An EST-SSR based genetic linkage map and identification of QTLs for anthracnose disease resistance in water yam (Dioscorea alata L.)

Abstract

Water yam (Dioscorea alata L.) is one of the most important food yams with wide geographical distribution in the tropics. One of the major constraints to water yam production is anthracnose disease caused by a fungus, Colletotrichum gloeosporioides (Penz.). There are no economically feasible solutions as chemical sprays or cultural practices, such as crop rotation are seldom convenient for smallholder farmers for sustainable control of the disease. Breeding for development of durable genetic resistant varieties is known to offer lasting solution to control endemic disease threats to crop production. However, breeding for resistance to anthracnose has been slow considering the biological constraints related to the heterozygous and vegetative propagation of the crop. The development of saturated linkage maps with high marker density, such as SSRs, followed by identification of QTLs can accelerate the speed and precision of resistance breeding in water yam. In a previous study, a total of 1,152 EST-SSRs were developed from >40,000 EST-sequences generated from two D. alata genotypes. A set of 380 EST-SSRs were validated as polymorphic when tested on two diverse parents targeted for anthracnose disease and were used to generate a saturated linkage map. Majority of the SSRs (60.2%) showed Mendelian segregation pattern and had no effect on the construction of linkage map. All 380 EST-SSRs were mapped into 20 linkage groups, and covered a total length of 3229.5 cM. Majority of the markers were mapped on linkage group 1 (LG 1) comprising of 97 EST-SSRs. This is the first genetic linkage map of water yam constructed using EST-SSRs. QTL localization was based on phenotypic data collected over a 3-year period of inoculating the mapping population with the most virulent strain of C. gloeosporioides from West Africa. Based on threshold LOD scores, one QTL was consistently observed on LG 14 in all the three years and average score data. This QTL was found at position interval of 71.1-84.8 cM explaining 68.5% of the total phenotypic variation in the average score data. The high marker density allowed identification of QTLs and association for anthracnose disease, which could be validated in other mapping populations and used in marker-assisted breeding in D. alata improvement programmes.

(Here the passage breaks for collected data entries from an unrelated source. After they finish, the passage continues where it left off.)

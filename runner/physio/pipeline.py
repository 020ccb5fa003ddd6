"""Per-session physiology: one session and its recording in, per-trial and per-period rows out.

:func:`process_session` is the unit of work: it reads one session's journal, lines its recording
up with it (:mod:`runner.physio.windows`), reads the chosen streams (:mod:`runner.physio.signals`),
computes the measures (:mod:`runner.physio.pupil`, :mod:`runner.physio.cardiac`,
:mod:`runner.physio.eeg`), draws the session's QA figures and returns plain rows, so it can run in
a worker process or on a Dask worker and only the rows travel back. :func:`run_sessions` runs it
for every session: here, in ``jobs`` worker processes, or on an existing Dask cluster.
"""

from __future__ import annotations

import dataclasses
from collections.abc import Callable, Iterator, Sequence
from concurrent.futures import ProcessPoolExecutor
from dataclasses import dataclass, field
from pathlib import Path
from typing import Any

import numpy as np

from runner.errors import RecordingError, UsageError
from runner.physio.config import PhysioConfig
from runner.physio.signals import (
    ECG_LABEL_HINTS,
    PHOTODIODE_LABEL_HINTS,
    PUPIL_LABEL_HINTS,
    RR_LABEL_HINTS,
    Signal,
    StreamHeader,
    channel_index,
    choose_stream,
    read_chosen,
    signals_from,
    stream_headers,
)
from runner.physio.windows import SessionTimes, TrialTimes, session_times, window_bounds

__all__ = [
    "SessionJob",
    "SessionResult",
    "check_distinct",
    "check_pairs",
    "process_session",
    "run_sessions",
]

Fig 1. PCoA graph using anthracnose score data based on whole plant assay of 11 isolates of C. gloeosporioides on different D. alata varieties.

The principle coordinate analysis (PCoA) graph indicates the virulence of 11 isolates when tested on different D. alata varieties based on detached leaf assay. Red: 11 C. gloeosporioides isolates; Blue: D. alata genotypes.

Fig 2. Characterization of C. gloeosporioides isolate Kog01R1 for virulence on two mapping population parents using detached leaf technique and whole plant inoculation.

Phenotypic evaluation of two parents based on detached leaf assay in the lab and whole plant assay in the screenhouse. 2A and 2B: detached leaf assay on TDa 95/00328 and TDa 95–310 in the laboratory; 2C and 2D: whole plant assay on TDa 95/00328 and TDa 95–310 in the screenhouse.

Fig 3. Mean phenotypic distribution of 94 progenies for anthracnose disease for individual years and average across three years.

Frequency distribution of anthracnose disease among 94 progenies screened during 2011 (3a), 2012 (3b), 2013 (3c) and average across three years (3d). The arrows indicate the disease severity of the parental lines, TDa 95/00328 (Blue) and TDa 95–310 (Green).

Fig 4. Genetic linkage map of water yam constructed using 380 EST-SSRs.

Distribution of EST-SSRs across 20 linkage groups.

Fig 5. QTLs for anthracnose disease based on average score across three years and SSR data at threshold LOD score using simple interval mapping (SIM).

Distribution of QTL associated with anthracnose disease. The bar represents the threshold LOD confidence for the QTL. QTL effects: Additive (Blue: Parent 1, Yellow: Parent 2); Dominance (Blue: Negative, Yellow-Red: Positive).